SELECT SDLORDID SDLITMID FROM
Header AS HDR JOIN Item AS ITM
ON HDRORDID = ITMORDID
AND HDRVRSIOID = ITMVRSIOID
JOIN ScheduleLine AS SDL
ON ITMITMID = SDLITMID
APPENDING CORRESPONDING FIELDS OF TABLE et_ordid
FOR ALL ENTRIES IN it_itmmatlocto
WHERE
itm~vrsioid = iv_vrsioid
AND itm~ortype = iv_ortype
AND itm~matid = it_itmmatlocto-matid
AND itm~locidto = it_itmmatlocto-locidto
AND HDR~PRTIDFR IN IT_HDRPRTFR
AND HDR~PRTIDTO IN IT_HDRPRTTO
AND SDL~ORDNO IN IT_ORDNO0
Here all the internal tables (it_itmmatlocto, IT_HDRPRTFR, IT_HDRPRTTO and IT_ORDNO0) has proper values which will reduce the selected records. Even though th selection is reduced WHERE condition, there is significant difference between Case A and Case B. As said earlier, Case A times out and Case B gets executed immediately.
‎2006 Feb 17 4:08 AM
Hi Karthik,
Is your question answered.
If yes, reward points and close the thread.
‎2006 Feb 17 4:12 AM
yes, but I think the performance will improve if you specify the JOIN of the schedule lines in more detail.
ON ITMITMID = SDLITMID
should be
ON SDLORDID = ITMORDID
AND SDLVRSIOID = ITMVRSIOID
and ITMITMID = SDLITMID
...
joining only on itmid means there will be thousands of inncorrect matches.
‎2006 Feb 17 4:23 AM
If that is the case why is the performance Case B really fast. That is changing the Join Order sequence improves the performance.
If what you say is the reason then in both cases the performance should be really slow.
‎2006 Feb 17 4:40 AM
it makes sense that case b is faster than case a.
In case A the db system has to do multiple passes of the most voluminous table (SDL) to find the matches. In case b it is still wrong but will have to do less db passes because SDL is only passed once and the smaller tables are matched to it.
Change your joins and watch the improvement.

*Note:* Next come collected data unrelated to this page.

/**
 * Runs an EngineHost's sliced work: after each message, and again after each slice while
 * work remains, one `tick` is scheduled with setTimeout(0). Messages that arrive in the
 * meantime are handled between slices, which is what keeps preview paths quick while the
 * tree grows and lets a queued solve be cancelled before it starts.
 */
import type { EngineHost } from './host.ts';

/** Length of one slice of work, ms: short enough to answer a preview path within a frame. */
export const SLICE_MS = 10;

export interface Pump {
  /** Call after handing the host a message: schedules slices while it has work. */
  (): void;
  /** Stops scheduling slices for good (on dispose). */
  stop(): void;
}

export function createPump(host: EngineHost, sliceMs = SLICE_MS): Pump {
  let scheduled = false;
  let stopped = false;
  const run = (): void => {
    scheduled = false;
    if (stopped) return;
    host.tick(sliceMs);
    schedule();
  };
  const schedule = (): void => {
    if (scheduled || stopped || !host.busy) return;
    scheduled = true;
    setTimeout(run, 0);
  };
  return Object.assign(schedule, { stop: () => { stopped = true; } });
}
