# -- Archive.rebuild(bounds=True) and to_pandas ------------------------------------------------------
def test_rebuild_with_bounds_puts_each_bound_beside_its_column(tmp_path):
    table = _table()
    archive = rankfold.compress(table, tmp_path / "a.rankfold", rank=2, key="id")
    out = archive.rebuild(rows=slice(0, 50), columns=["x4", "count"], bounds=True)
    assert out.schema.names == ["id", "site", "x4", "x4_bound", "count", "count_bound"]
    assert out.column("count").type == pa.int64() and out.column("x4_bound").type == pa.float64()
    bounds = archive.cell_bounds(rows=slice(0, 50), columns=["x4", "count"])
    assert np.array_equal(out.column("x4_bound").to_numpy(zero_copy_only=False)[~np.isnan(bounds[:, 0]) & out.column("x4").is_valid().to_numpy(zero_copy_only=False)],
                          bounds[:, 0][out.column("x4").is_valid().to_numpy(zero_copy_only=False)])
    # NULL cells are stored exactly: NULL value, bound 0 (as cell_bounds and rankfold_scan give)
    assert out.column("x4").null_count == 2 and out.column("x4_bound").null_count == 0
    assert np.all(out.column("x4_bound").to_numpy()[out.column("x4").is_null().to_numpy(zero_copy_only=False)] == 0)
    # the bound holds on the value as returned: integers rounded, floats as they are
    for name in ("x4", "count"):
        truth = table.column(name).slice(0, 50).to_numpy(zero_copy_only=False).astype(float)
        got = out.column(name).to_numpy(zero_copy_only=False).astype(float)
        bound = out.column(f"{name}_bound").to_numpy(zero_copy_only=False).astype(float)
        assert _within(truth, got, bound)
    streamed = pa.concat_tables(archive.iter_batches(rows=slice(0, 50), columns=["x4", "count"],
                                                     batch_rows=16, bounds=True))
    assert streamed.equals(out)
    frame = archive.to_pandas(rows=slice(0, 50), columns=["x4", "count"], bounds=True)
    assert list(frame.columns) == out.schema.names and frame["count_bound"].tolist() == out.column("count_bound").to_pylist()


def test_bound_column_names_never_collide(tmp_path):
    table = _table().append_column("x1_bound", pa.array(np.zeros(ROWS)))
    archive = rankfold.compress(table, tmp_path / "c.rankfold", rank=2, key="id",
                                exact_columns=["x1_bound"])
    names = archive.rebuild(rows=[0], bounds=True).schema.names
    assert len(names) == len(set(names)) and "x1_bound_2" in names and names[names.index("x1") + 1] == "x1_bound_2"


# -- the command line --------------------------------------------------------------------------------
def run(capsys, *argv) -> tuple[int, str, str]:
    code = main([str(a) for a in argv])
    out, err = capsys.readouterr()
    return code, out, err


@pytest.fixture(scope="module")
def source(tmp_path_factory):
    folder = tmp_path_factory.mktemp("surface")
    table = _table()
    pq.write_table(table, folder / "t.parquet")
    pq.write_table(table.slice(0, 200), folder / "first.parquet")
    pq.write_table(table.slice(200), folder / "rest.parquet")
    return folder, table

Imagine we were not talking about sql but abap loops instead. If we had:
case A.
loop at hdr.
loop at itm.
loop at sdl.
endloop.
endloop.
endloop.
case B.
loop at sdl.
loop at itm.
loop at hdr.
endloop.
endloop.
endloop.
Case A will be a lot slower than Case B and for similar reasons to the sql. CAse B only has to loop through the biggest table once.